» Task to carry out
Among the records below, find the line that has "--electrodes N with"; from there, give the lines again exactly, and stop after the line that has "let deepest = depths.iter().copied().fold(0.0, f64::max);".

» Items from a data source
☆ ☆ ☆ ☆ ☆
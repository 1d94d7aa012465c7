//! `ohmline plan`: survey planning for a new line — the sequence, its size
//! and epoch duration, the cumulative sensitivity figure and a detectability
//! check for a described target (all computed by `ohmline_core::planning`).

use std::path::{Path, PathBuf};
use std::time::Instant;

use anyhow::Context;
use clap::{Args, ValueEnum};
use ohmline_core::depth::median_depth;
use ohmline_core::errormodel::ErrorModel;
use ohmline_core::figures::SectionValues;
use ohmline_core::forward::{Forward, ForwardParams};
use ohmline_core::geometry::{Electrode, LineGeometry, Surface};
use ohmline_core::inversion::InversionParams;
use ohmline_core::mesh::Mesh;
use ohmline_core::planning::{
    ArrayFamily, DetectabilityParams, Meter, Target, coverage, detectability, epoch_duration,
    expected_count, plan_sequence, planning_mesh,
};
use ohmline_core::sequence::Sequence;
use serde_json::{Value, json};

use super::invert::{read_line, section_png, write};
use crate::files;

/// An array family of `--arrays`.
#[derive(Debug, Clone, Copy, PartialEq, Eq, ValueEnum)]
pub enum Family {
    /// Wenner α, a = 1…max-a.
    Wenner,
    /// Dipole–dipole, a = 1…max-a, n = 1…max-n.
    DipoleDipole,
    /// Multiple gradient, a = 1…max-a, gradient-s dipoles per current pair.
    Gradient,
}

/// Options of `ohmline plan`.
#[derive(Debug, Args)]
pub struct PlanArgs {
    /// Number of electrodes of a straight, flat line (with --spacing).
    #[arg(long, value_name = "N", conflicts_with = "geometry", requires = "spacing")]
    pub electrodes: Option<usize>,
    /// Electrode spacing, m (with --electrodes).
    #[arg(long, value_name = "M", requires = "electrodes")]
    pub spacing: Option<f64>,
    /// Electrodes CSV (label,x,z) of a line with topography, instead of --electrodes.
    #[arg(long, value_name = "FILE", required_unless_present = "electrodes")]
    pub geometry: Option<PathBuf>,
    /// Ground surface CSV (x,z) beyond the electrodes (with --geometry).
    #[arg(long, value_name = "FILE", requires = "geometry")]
    pub surface: Option<PathBuf>,
    /// Array families, comma-separated.
    #[arg(
        long,
        value_enum,
        value_delimiter = ',',
        default_value = "wenner,dipole-dipole,gradient"
    )]
    pub arrays: Vec<Family>,
    /// Largest dipole length a of every family, in electrode spacings.
    #[arg(long, default_value_t = 6)]
    pub max_a: usize,
    /// Largest dipole–dipole n.
    #[arg(long, default_value_t = 6)]
    pub max_n: usize,
    /// Potential dipoles per current pair of the gradient family (s).
    #[arg(long, default_value_t = 6)]
    pub gradient_s: usize,
    /// Measure the reciprocal of every quadrupole too.
    #[arg(long)]
    pub reciprocals: bool,
    /// Potential channels the meter measures during one current injection.
    #[arg(long, default_value_t = 8)]
    pub channels: usize,
    /// Time of one current injection, s.
    #[arg(long, value_name = "S", default_value_t = 0.5)]
    pub time_per_measurement: f64,
    /// Target for the detectability check:
    /// x=CHAINAGE,width=M,depth=TOP_DEPTH_M,height=M,change=PCT.
    #[arg(long, value_name = "SPEC")]
    pub target: Option<String>,
    /// Expected relative error of a reading, percent.
    #[arg(long, value_name = "PCT", default_value_t = 2.0)]
    pub noise_relative: f64,
    /// Expected absolute error of a reading, Ω.
    #[arg(long, value_name = "OHM", default_value_t = 0.001)]
    pub noise_absolute: f64,
    /// Resistivity of the (homogeneous) ground for the checks, Ω·m.
    #[arg(long, value_name = "OHM_M", default_value_t = 100.0)]
    pub background: f64,
    /// Seed of the synthetic noise.
    #[arg(long, default_value_t = 1)]
    pub seed: u64,
    /// Folder for sequence.csv, plan.json and sensitivity.png (created if missing).
    #[arg(long, value_name = "DIR", default_value = ".")]
    pub out_dir: PathBuf,
}

/// Parses `x=30,width=2,depth=3,height=2,change=-30`; every key is required.
fn parse_target(spec: &str) -> anyhow::Result<Target> {
    let mut v: [Option<f64>; 5] = [None; 5];
    const KEYS: [&str; 5] = ["x", "width", "depth", "height", "change"];
    for part in spec.split(',').map(str::trim).filter(|p| !p.is_empty()) {
        let (k, val) =
            part.split_once('=').with_context(|| format!("--target: {part:?} is not key=value"))?;
        let k = k.trim();
        let i = KEYS
            .iter()
            .position(|x| *x == k)
            .with_context(|| format!("--target: unknown key {k:?} (keys: {})", KEYS.join(", ")))?;
        let x: f64 = val
            .trim()
            .parse()
            .ok()
            .filter(|x: &f64| x.is_finite())
            .with_context(|| format!("--target: {k} = {val:?} is not a finite number"))?;
        v[i] = Some(x);
    }
    let get = |i: usize| v[i].with_context(|| format!("--target: {} is missing", KEYS[i]));
    Ok(Target { x: get(0)?, width: get(1)?, depth: get(2)?, height: get(3)?, change_pct: get(4)? })
}

fn flat_line(n: usize, spacing: f64) -> anyhow::Result<LineGeometry> {
    if !(spacing > 0.0 && spacing.is_finite()) {
        anyhow::bail!("--spacing must be a positive number of metres, got {spacing}");
    }
    Ok(LineGeometry::new(
        (0..n).map(|i| Electrode::new(format!("{}", i + 1), i as f64 * spacing, 0.0)).collect(),
    )?)
}

fn electrodes_csv(line: &LineGeometry) -> String {
    let mut s = String::from("label,x,z\n");
    for e in line.electrodes() {
        s.push_str(&format!("{},{},{}\n", e.label(), e.x(), e.z()));
    }
    s
}

fn family(f: Family, a: &PlanArgs) -> ArrayFamily {
    match f {
        Family::Wenner => ArrayFamily::Wenner { max_a: a.max_a },
        Family::DipoleDipole => ArrayFamily::DipoleDipole { max_a: a.max_a, max_n: a.max_n },
        Family::Gradient => ArrayFamily::Gradient { max_a: a.max_a, s: a.gradient_s },
    }
}

fn family_json(f: &ArrayFamily) -> Value {
    match *f {
        ArrayFamily::Wenner { max_a } => json!({"family": f.name(), "max_a": max_a}),
        ArrayFamily::DipoleDipole { max_a, max_n } => {
            json!({"family": f.name(), "max_a": max_a, "max_n": max_n})
        }
        ArrayFamily::Gradient { max_a, s } => json!({"family": f.name(), "max_a": max_a, "s": s}),
    }
}

/// Plans the survey and writes the output files.
pub fn run(args: PlanArgs) -> anyhow::Result<()> {
    let started = Instant::now();
    let (line, surface, generated) = match (&args.geometry, args.electrodes, args.spacing) {
        (Some(g), _, _) => {
            let (line, surface) = read_line(g, args.surface.as_deref())?;
            (line, surface, false)
        }
        (None, Some(n), Some(a)) => {
            let line = flat_line(n, a)?;
            let surface = Surface::through_line(&line, &[])?;
            (line, surface, true)
        }
        _ => anyhow::bail!("give --electrodes N with --spacing M, or --geometry FILE"),
    };
    for (name, v) in
        [("--noise-relative", args.noise_relative), ("--noise-absolute", args.noise_absolute)]
    {
        if !(v.is_finite() && v >= 0.0) {
            anyhow::bail!("{name} must be a finite number ≥ 0, got {v}");
        }
    }
    if args.noise_relative == 0.0 && args.noise_absolute == 0.0 {
        anyhow::bail!("--noise-relative and --noise-absolute cannot both be 0");
    }
    let target = args.target.as_deref().map(parse_target).transpose()?;
    let errors = ErrorModel::new(args.noise_absolute, args.noise_relative / 100.0)?;
    let families: Vec<ArrayFamily> = args.arrays.iter().map(|f| family(*f, &args)).collect();
    let n = line.len();
    let plan = plan_sequence(n, &families, args.reciprocals)?;
    let meter =
        Meter { channels: args.channels, seconds_per_measurement: args.time_per_measurement };
    let duration = epoch_duration(plan.sequence().quadrupoles(), &meter)?;
    let depths: Vec<f64> = plan.normals().iter().filter_map(|q| median_depth(&line, q)).collect();
    let deepest = depths.iter().copied().fold(0.0, f64::max);
    let shallowest = depths.iter().copied().fold(f64::INFINITY, f64::min);

    std::fs::create_dir_all(&args.out_dir)
        .with_context(|| format!("creating {}", args.out_dir.display()))?;
    let mesh = Mesh::new(&line, &surface, &planning_mesh())?;
    let forward = Forward::new(mesh, &ForwardParams::default())?;
    let normals = Sequence::new(plan.normals().to_vec(), n)?;
    let cov = coverage(&forward, &normals, args.background, &errors)?;
    let floor = 1e-3;
    let seen = cov.iter().filter(|&&c| c >= floor).count();

    let detect = match &target {
        Some(t) => {
            let params = DetectabilityParams {
                background_ohm_m: args.background,
                errors,
                noise_sigmas: 2.0,
                seed: args.seed,
                inversion: InversionParams::default(),
            };
            Some(detectability(&forward, &normals, t, &params)?)
        }
        None => None,
    };

    let families_json: Vec<Value> = plan
        .families()
        .iter()
        .map(|f| {
            let mut o = family_json(&f.family);
            o["generated"] = json!(f.generated);
            o["expected_count"] = json!(expected_count(n, &f.family));
            o["kept"] = json!(f.kept);
            o
        })
        .collect();
    let detect_json = match (&target, &detect) {
        (Some(t), Some(d)) => json!({
            "target": {"x_m": t.x, "width_m": t.width, "top_depth_m": t.depth, "height_m": t.height, "change_pct": t.change_pct},
            "max_signal_pct": d.max_signal_pct,
            "quadrupoles_above_noise": d.n_above_noise,
            "quadrupoles": d.n_data,
            "median_noise_threshold_pct": d.noise_threshold_pct,
            "recovered_change_pct": d.recovered_change_pct,
            "strongest_change_pct": d.strongest_change_pct,
            "no_change_noise_bound_pct": d.noise_bound_pct,
            "recovered_centroid": d.centroid,
            "centroid_offset_m": d.centroid_offset_m,
            "target_share_in_mask": d.target_in_mask,
            "detected": d.detected,
        }),
        _ => Value::Null,
    };
    let plan_json = json!({
        "electrodes": n,
        "spacing_m": line.nominal_spacing(),
        "line_length_m": line.extent().1 - line.extent().0,
        "arrays": families_json,
        "reciprocals": args.reciprocals,
        "quadrupoles": plan.sequence().len(),
        "normals": plan.normals().len(),
        "meter": {"channels": args.channels, "seconds_per_measurement": args.time_per_measurement},
        "current_pairs": duration.current_pairs,
        "injections": duration.injections,
        "epoch_duration_s": duration.seconds,
        "median_depth_of_investigation_m": {"shallowest": shallowest, "deepest": deepest},
        "sensitivity": {"cells": cov.len(), "cells_above_1e-3": seen},
        "error_model": {"relative_pct": args.noise_relative, "absolute_ohm": args.noise_absolute},
        "background_ohm_m": args.background,
        "detectability": detect_json,
        "elapsed_s": started.elapsed().as_secs_f64(),
    });
    let png = section_png(
        forward.mesh().section(),
        &line,
        "Cumulative sensitivity of the planned sequence".into(),
        format!(
            "{} quadrupoles on {n} electrodes, homogeneous {} Ω·m ground; cells below {floor} are dark",
            plan.normals().len(),
            args.background
        ),
        SectionValues::Sensitivity { values: &cov, floor },
        None,
    )?;
    let out = &args.out_dir;
    write(out, "sequence.csv", files::write_sequence(plan.sequence(), &line).as_bytes())?;
    if generated {
        write(out, "electrodes.csv", electrodes_csv(&line).as_bytes())?;
    }
    write(out, "plan.json", serde_json::to_string_pretty(&plan_json)?.as_bytes())?;
    write(out, "sensitivity.png", &png)?;
    print_summary(&args, &plan_json, out, generated);
    Ok(())
}

fn print_summary(args: &PlanArgs, p: &Value, out: &Path, generated: bool) {
    println!(
        "line: {} electrodes at {:.2} m ({:.1} m long)",
        p["electrodes"],
        p["spacing_m"].as_f64().unwrap_or(0.0),
        p["line_length_m"].as_f64().unwrap_or(0.0)
    );
    for f in p["arrays"].as_array().into_iter().flatten() {
        println!(
            "  {}: {} quadrupoles ({} kept after removing repeats)",
            f["family"].as_str().unwrap_or_default(),
            f["generated"],
            f["kept"]
        );
    }
    println!(
        "sequence: {} quadrupoles{}; {} current pairs, {} injections on {} channels",
        p["quadrupoles"],
        if args.reciprocals { " with reciprocals" } else { "" },
        p["current_pairs"],
        p["injections"],
        args.channels
    );
    let s = p["epoch_duration_s"].as_f64().unwrap_or(0.0);
    println!(
        "epoch duration: {:.0} s ({:.1} min) at {} s per injection",
        s,
        s / 60.0,
        args.time_per_measurement
    );
    let d = &p["median_depth_of_investigation_m"];
    println!(
        "median depth of investigation: {:.2}–{:.2} m",
        d["shallowest"].as_f64().unwrap_or(0.0),
        d["deepest"].as_f64().unwrap_or(0.0)
    );
    let t = &p["detectability"];
    if !t.is_null() {
        println!(
            "target: largest signal {:.2} %, {} of {} quadrupoles above 2σ noise (median {:.1} %)",
            t["max_signal_pct"].as_f64().unwrap_or(0.0),
            t["quadrupoles_above_noise"],
            t["quadrupoles"],
            t["median_noise_threshold_pct"].as_f64().unwrap_or(0.0)
        );
        println!(
            "  recovered change in the target {:.1} % (no-change noise bound {:.1} %, strongest {:.1} %){}",
            t["recovered_change_pct"].as_f64().unwrap_or(0.0),
            t["no_change_noise_bound_pct"].as_f64().unwrap_or(0.0),
            t["strongest_change_pct"].as_f64().unwrap_or(0.0),
            match t["centroid_offset_m"].as_f64() {
                Some(o) => format!(", centroid {o:.1} m from the target"),
                None => String::new(),
            }
        );
        println!("  detected: {}", if t["detected"] == true { "yes" } else { "no" });
    }
    println!(
        "wrote sequence.csv{}, plan.json, sensitivity.png in {}",
        if generated { ", electrodes.csv" } else { "" },
        out.display()
    );
}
☆ ☆ ☆ ☆ ☆
» Answer
        _ => anyhow::bail!("give --electrodes N with --spacing M, or --geometry FILE"),
    };
    for (name, v) in
        [("--noise-relative", args.noise_relative), ("--noise-absolute", args.noise_absolute)]
    {
        if !(v.is_finite() && v >= 0.0) {
            anyhow::bail!("{name} must be a finite number ≥ 0, got {v}");
        }
    }
    if args.noise_relative == 0.0 && args.noise_absolute == 0.0 {
        anyhow::bail!("--noise-relative and --noise-absolute cannot both be 0");
    }
    let target = args.target.as_deref().map(parse_target).transpose()?;
    let errors = ErrorModel::new(args.noise_absolute, args.noise_relative / 100.0)?;
    let families: Vec<ArrayFamily> = args.arrays.iter().map(|f| family(*f, &args)).collect();
    let n = line.len();
    let plan = plan_sequence(n, &families, args.reciprocals)?;
    let meter =
        Meter { channels: args.channels, seconds_per_measurement: args.time_per_measurement };
    let duration = epoch_duration(plan.sequence().quadrupoles(), &meter)?;
    let depths: Vec<f64> = plan.normals().iter().filter_map(|q| median_depth(&line, q)).collect();
    let deepest = depths.iter().copied().fold(0.0, f64::max);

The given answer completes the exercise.